* Task item: Both the line with "const sum = d.contributions.reduce((a, b)" and the line with "describe('diversification ratio (Choueifaty" in the records below must appear in the output, along with every line between them, exactly and with nothing added.

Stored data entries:

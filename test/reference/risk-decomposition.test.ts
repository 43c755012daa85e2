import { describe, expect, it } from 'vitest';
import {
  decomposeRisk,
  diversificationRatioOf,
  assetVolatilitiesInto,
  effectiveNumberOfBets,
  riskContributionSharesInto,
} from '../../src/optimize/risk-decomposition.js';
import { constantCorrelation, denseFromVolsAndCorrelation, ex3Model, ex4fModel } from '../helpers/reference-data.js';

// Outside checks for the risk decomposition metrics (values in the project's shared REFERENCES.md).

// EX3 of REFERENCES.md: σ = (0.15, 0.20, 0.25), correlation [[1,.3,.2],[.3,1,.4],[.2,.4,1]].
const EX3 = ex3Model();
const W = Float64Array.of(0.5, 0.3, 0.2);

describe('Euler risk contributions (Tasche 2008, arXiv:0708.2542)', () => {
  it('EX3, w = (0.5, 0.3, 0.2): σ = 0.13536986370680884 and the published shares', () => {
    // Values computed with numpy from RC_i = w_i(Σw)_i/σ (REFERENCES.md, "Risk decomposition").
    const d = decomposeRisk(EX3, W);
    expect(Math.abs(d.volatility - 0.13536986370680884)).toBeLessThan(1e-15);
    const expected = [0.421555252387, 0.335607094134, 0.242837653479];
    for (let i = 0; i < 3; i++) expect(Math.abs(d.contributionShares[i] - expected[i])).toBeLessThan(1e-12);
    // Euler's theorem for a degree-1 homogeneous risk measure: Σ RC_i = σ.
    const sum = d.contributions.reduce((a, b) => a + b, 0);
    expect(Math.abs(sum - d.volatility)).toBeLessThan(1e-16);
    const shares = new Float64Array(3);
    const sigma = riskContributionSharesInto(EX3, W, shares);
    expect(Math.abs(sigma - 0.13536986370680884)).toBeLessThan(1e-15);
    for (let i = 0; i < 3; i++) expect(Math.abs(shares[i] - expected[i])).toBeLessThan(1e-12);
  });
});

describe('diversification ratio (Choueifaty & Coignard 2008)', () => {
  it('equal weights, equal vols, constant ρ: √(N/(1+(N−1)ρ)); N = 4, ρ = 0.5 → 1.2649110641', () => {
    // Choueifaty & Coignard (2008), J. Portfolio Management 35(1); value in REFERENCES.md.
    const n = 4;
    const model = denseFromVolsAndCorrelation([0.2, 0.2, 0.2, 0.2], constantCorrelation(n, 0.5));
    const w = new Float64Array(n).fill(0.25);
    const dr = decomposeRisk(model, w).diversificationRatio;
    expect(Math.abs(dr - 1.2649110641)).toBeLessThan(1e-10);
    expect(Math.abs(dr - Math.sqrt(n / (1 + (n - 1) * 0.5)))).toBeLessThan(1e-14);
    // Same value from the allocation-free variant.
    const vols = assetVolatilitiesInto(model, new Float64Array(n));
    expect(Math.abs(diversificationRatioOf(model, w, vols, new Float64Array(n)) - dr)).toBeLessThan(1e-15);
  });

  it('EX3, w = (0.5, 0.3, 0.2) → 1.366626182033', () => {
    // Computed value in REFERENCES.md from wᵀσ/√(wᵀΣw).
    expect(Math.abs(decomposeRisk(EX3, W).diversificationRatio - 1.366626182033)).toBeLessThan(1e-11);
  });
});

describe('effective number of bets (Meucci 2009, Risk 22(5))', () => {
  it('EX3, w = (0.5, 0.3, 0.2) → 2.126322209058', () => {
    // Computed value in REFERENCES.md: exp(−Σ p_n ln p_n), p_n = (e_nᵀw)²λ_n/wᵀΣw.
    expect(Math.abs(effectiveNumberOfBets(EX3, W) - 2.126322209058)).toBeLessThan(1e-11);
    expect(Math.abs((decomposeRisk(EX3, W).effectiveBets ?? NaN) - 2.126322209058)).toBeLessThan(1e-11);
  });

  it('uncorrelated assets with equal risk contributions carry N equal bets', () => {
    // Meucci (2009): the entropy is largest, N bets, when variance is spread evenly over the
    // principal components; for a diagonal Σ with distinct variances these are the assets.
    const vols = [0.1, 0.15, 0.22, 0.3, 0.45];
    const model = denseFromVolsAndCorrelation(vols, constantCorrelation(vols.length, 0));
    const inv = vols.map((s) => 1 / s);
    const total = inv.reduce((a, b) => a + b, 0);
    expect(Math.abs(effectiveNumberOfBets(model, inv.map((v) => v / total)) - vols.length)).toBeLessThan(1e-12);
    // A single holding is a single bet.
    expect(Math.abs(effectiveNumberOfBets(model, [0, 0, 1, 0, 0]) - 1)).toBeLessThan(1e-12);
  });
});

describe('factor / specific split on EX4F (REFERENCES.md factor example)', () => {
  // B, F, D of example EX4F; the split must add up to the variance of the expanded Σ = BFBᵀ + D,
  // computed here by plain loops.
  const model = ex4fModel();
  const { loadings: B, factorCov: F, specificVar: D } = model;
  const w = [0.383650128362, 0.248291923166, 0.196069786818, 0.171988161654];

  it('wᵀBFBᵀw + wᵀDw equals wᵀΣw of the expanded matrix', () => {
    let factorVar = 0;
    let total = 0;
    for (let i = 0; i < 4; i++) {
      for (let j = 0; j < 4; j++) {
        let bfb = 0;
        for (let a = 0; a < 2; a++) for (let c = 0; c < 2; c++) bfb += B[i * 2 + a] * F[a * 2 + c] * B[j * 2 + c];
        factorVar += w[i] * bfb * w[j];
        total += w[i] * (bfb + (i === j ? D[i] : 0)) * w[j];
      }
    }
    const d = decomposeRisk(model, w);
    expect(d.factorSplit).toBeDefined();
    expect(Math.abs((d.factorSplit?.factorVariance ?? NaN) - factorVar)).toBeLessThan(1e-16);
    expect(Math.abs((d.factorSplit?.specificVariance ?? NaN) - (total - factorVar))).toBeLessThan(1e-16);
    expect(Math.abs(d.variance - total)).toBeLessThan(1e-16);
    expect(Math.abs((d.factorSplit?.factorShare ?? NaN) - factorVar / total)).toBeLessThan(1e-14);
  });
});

* Output of the exercise:
    const sum = d.contributions.reduce((a, b) => a + b, 0);
    expect(Math.abs(sum - d.volatility)).toBeLessThan(1e-16);
    const shares = new Float64Array(3);
    const sigma = riskContributionSharesInto(EX3, W, shares);
    expect(Math.abs(sigma - 0.13536986370680884)).toBeLessThan(1e-15);
    for (let i = 0; i < 3; i++) expect(Math.abs(shares[i] - expected[i])).toBeLessThan(1e-12);
  });
});

describe('diversification ratio (Choueifaty & Coignard 2008)', () => {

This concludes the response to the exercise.